Fähigkeiten & Strategische Einschränkungen
Um maximalen Nutzen zu erzielen, müssen Sie die architektonischen Trade-offs verstehen. Die Engine glänzt bei I/O-gebundenen Operationen, hat aber Overhead bei Cross-Boundary-Serialisierung.
| Fähigkeit / Task | Rust-Engine-Performance-Profil | Architektonisches Urteil |
|---|---|---|
| Batch-File-Discovery & Reads | Beschleunigt über parallele Tokio-Worker. | ✅ Hocheffektiv für massive Verzeichnisse. |
| Git-Commit-Log-Erntung | Schnelle Subprozess-Orchestrierung, die Node-Event-Loops umgeht. | ✅ Exzellent für Cold-Start-Git-Metadaten-Extraktion. |
| Persistentes Disk-Caching | Native Unterstützung für verankerte Disk-Caches zur Eliminierung redundanter Reads. | ✅ Hocheffektiv für Warm Builds. |
| CPU-gebundene Such-Indexierung | Langsamer als natives JavaScript-JIT. | ❌ Ineffizient durch doppelten Serialisierungs-Overhead. |
Die Doppel-Serialisierungs-Steuer erklärt
Die Kommunikation zwischen docmds Core-Orchestrator und der nativen Rust-Engine beruht auf stringifiziertem JSON, das die N-API-Runtime-Grenze überquert:
JS Worker → JSON.stringify() → NAPI Boundary → Serde Deserialisation → [Rust Task] → Serde Serialisation → NAPI Boundary → JSON.parse()

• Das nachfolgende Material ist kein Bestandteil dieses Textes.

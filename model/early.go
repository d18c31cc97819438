package model

import (
	"math"
	"slices"
)

// Just after a change of surroundings the polynomials through the food do not follow the bend at the surface yet, and swing farther in: by tenths of a
// kelvin, for a minute or two. What a place may do then is known without them. Let the surroundings go on as they were: the difference between
// that course and the true one obeys the same equation from nought, and is no more than what a surface that is held by the range of the surroundings
// further away sends in (comparison principle; the answer of a half space to a held surface is erfc(z) with z = d/2√(αt), Carslaw & Jaeger 1959,
// section 2.5, doubled for two faces; that of a sphere R/r·(erfc((R−r)/2√(αt)) − erfc((R+r)/2√(αt))), ibid. section 9.3, both from memory, which is at
// most 4·erfc(z) from R/4 out and 16z/3√π·exp(−z²) within, where d is more than 3R/4; a cylinder draws the rays together less). The course that goes on is the parabola through the last instants before the change. So in these minutes a
// temperature is kept within what this allows: deep in the food to a few thousandths of a kelvin, near the surface not at all.

// settles is what keeps the temperatures of a step just after its beginning.
type settles struct {
	startS, untilS float64 // s of the chain
	backS          float64 // between the instants of the parabola; 0: the first step, which begins at one temperature
	rangeK         float64 // how far the surroundings and the food are apart at most, K
	alpha          float64 // of what conducts best, m²/s
}

// slackKeptK is by how much the parabola may be off besides twice its bend, K.
const slackKeptK = 5e-4

// mostSentK is from how much on that comes in a place is not kept, K: more than the swings are.
const mostSentK = 5.0

// settling lists the beginnings of steps at which swings are kept within bounds.
func (s *solver) settling(h *History) []settles {
	if s.used == 0 || s.front {
		return nil
	}
	alpha := 0.0
	for _, f := range s.product.Foods() {
		for c := -20.0; c <= 140; c += 20 {
			q := f.Props(c)
			alpha = max(alpha, s.options.ConductivityFactor*q.KWmK/(q.RhoKgM3*q.CJkgK))
		}
	}
	var all []settles
	window := s.settle // as long as the stated error leaves out
	for i, sp := range h.Spans {
		e := settles{startS: sp.StartS, untilS: min(sp.StartS+window, sp.EndS), rangeK: h.hull[i][1] - h.hull[i][0], alpha: alpha}
		if i > 0 {
			last := h.Spans[i-1]
			e.backS = min(window/2, (sp.StartS-last.StartS)/4)
			from := sp.StartS - last.StartS - 2*e.backS - s.settle // a medium that bends from here on makes the course swing too
			if e.backS < window/4 || slices.ContainsFunc(h.knots[i-1], func(k float64) bool { return k > 0 && k > from }) {
				continue
			}
		}
		all = append(all, e)
	}
	return all
}

// settlingAt gives what keeps an instant; nil where nothing does.
func settlingAt(all []settles, t float64) *settles {
	for i := range all {
		if t > all[i].startS && t <= all[i].untilS {
			return &all[i]
		}
	}
	return nil
}

// before are the instants of the parabola, the latest last.
func (e *settles) before() []float64 {
	if e.backS == 0 {
		return []float64{e.startS}
	}
	return []float64{e.startS - 2*e.backS, e.startS - e.backS, e.startS}
}

// part is the part of the beginning that an instant lies in: how often it can be halved, four times at most.
func (e *settles) part(t float64) int {
	n := 0
	for n < 4 && math.Ldexp(e.untilS-e.startS, -n-1) >= t-e.startS {
		n++
	}
	return n
}

// sentK is how much can have come in to a place, until the end of a part, from other surroundings than those that go on, K; +Inf where that is too
// much to matter.
func (e *settles) sentK(in entry, part int) float64 {
	lasted := math.Ldexp(e.untilS-e.startS, -part) + 2*e.backS
	if k := e.rangeK * in.share(e.alpha*lasted); k < mostSentK {
		return k
	}
	return math.Inf(1)
}

// keep keeps the temperature of a place at t, °C, within what is possible; by are its temperatures at the instants before.
func (e *settles) keep(c, t float64, by []float64, sentK float64) float64 {
	if math.IsInf(sentK, 1) {
		return c
	}
	goesOn, slack := by[len(by)-1], slackKeptK
	if e.backS > 0 {
		share := (t - e.startS) / e.backS
		bend := share * (share + 1) / 2 * (by[2] - 2*by[1] + by[0])
		goesOn, slack = goesOn+share*(by[2]-by[1])+bend, slack+math.Abs(bend)*2
	}
	slack += sentK
	return max(goesOn-slack, min(goesOn+slack, c))
}

// entry is how deep a place lies under the faces of each direction, m, and whether that is round.
type entry struct {
	depth [3]float64
	round [3]bool
	ways  int
}

// share is the most of a held surface that has come in, by time times α, m².
func (in entry) share(spread float64) float64 {
	sum := 0.0
	for a := range in.ways {
		z := in.depth[a] / (2 * math.Sqrt(spread))
		if in.round[a] {
			sum += max(4*math.Erfc(z), 16*z/(3*math.Sqrt(math.Pi))*math.Exp(-z*z))
		} else {
			sum += 2 * math.Erfc(z)
		}
	}
	return min(1, sum)
}

// entryOf is that of a place in a body. The depth in a spheroid is known about; four fifths of it are taken (own choice).
func (s *solver) entryOf(b *body, p Place) entry {
	if b.ball != nil {
		return entry{depth: [3]float64{0.8 * b.ball.depthM(p)}, round: [3]bool{true}, ways: 1}
	}
	in := entry{ways: s.used}
	at := [3]float64{p.UpM, p.AcrossM, p.AlongM}
	for a := range in.ways {
		in.depth[a] = max(0, s.radii[a]-math.Abs(at[a]))
		in.round[a] = s.kinds[a] == radial || s.kinds[a] == spherical
	}
	return in
}

// settled keeps the beginnings of steps of a scan within what is possible.
func (h *History) settled(sc *Scan) {
	n := len(sc.Spots)
	var e *settles
	var by [][]float64 // by spot
	sent, part := make([]float64, n), 0
	for k, t := range sc.TimesS {
		now := settlingAt(h.settling, t)
		if now == nil {
			continue
		}
		if now != e {
			e, by, part = now, make([][]float64, n), -1
			for _, at := range e.before() {
				h.field.at(at).grid(h.body.buf)
				for i, c := range h.body.buf {
					by[i] = append(by[i], c)
				}
			}
		}
		if p := e.part(t); p != part {
			part = p
			for i, s := range sc.Spots {
				sent[i] = e.sentK(h.entryOf(s.Place), part)
			}
		}
		for i := range sc.Spots {
			sc.C[i][k] = e.keep(sc.C[i][k], t, by[i], sent[i])
		}
	}
}

// settledSamples does the same for samples: of the places that they name and of the points.
func (h *History) settledSamples(s *Samples) {
	for k, t := range s.TimesS {
		if settlingAt(h.settling, t) == nil {
			continue
		}
		s.Points[0][k] = h.At(h.Points[0].Place, t)
		s.Coldest[k], s.Hottest[k] = h.At(s.ColdestAt[k], t), h.At(s.HottestAt[k], t)
	}
}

Bei I/O-lastigen Operationen wie dem Abfragen von Git-Historien oder dem Lesen von Disk-Buffern überwiegt die eingesparte Verarbeitungszeit die Kosten der String-Konversion bei Weitem.
Für hochiterative, CPU-gebundene Tasks wie die Volltext-Suchindizierung (search:index) verbraucht der Serialisierungs-Roundtrip jedoch mehr CPU-Ressourcen als die zugrundeliegende Aufgabe selbst. Die Serialisierung großer Content-Arrays hin und her führt dazu, dass die Rust-Implementierung langsamer läuft als Nodes native JIT-String-Manipulation.
Infolgedessen bleibt die JavaScript-Engine der empfohlene Runtime für semantische Such-Pipelines. Aktivieren Sie die Rust-Engine gezielt für große Git- und File-Management-Workloads.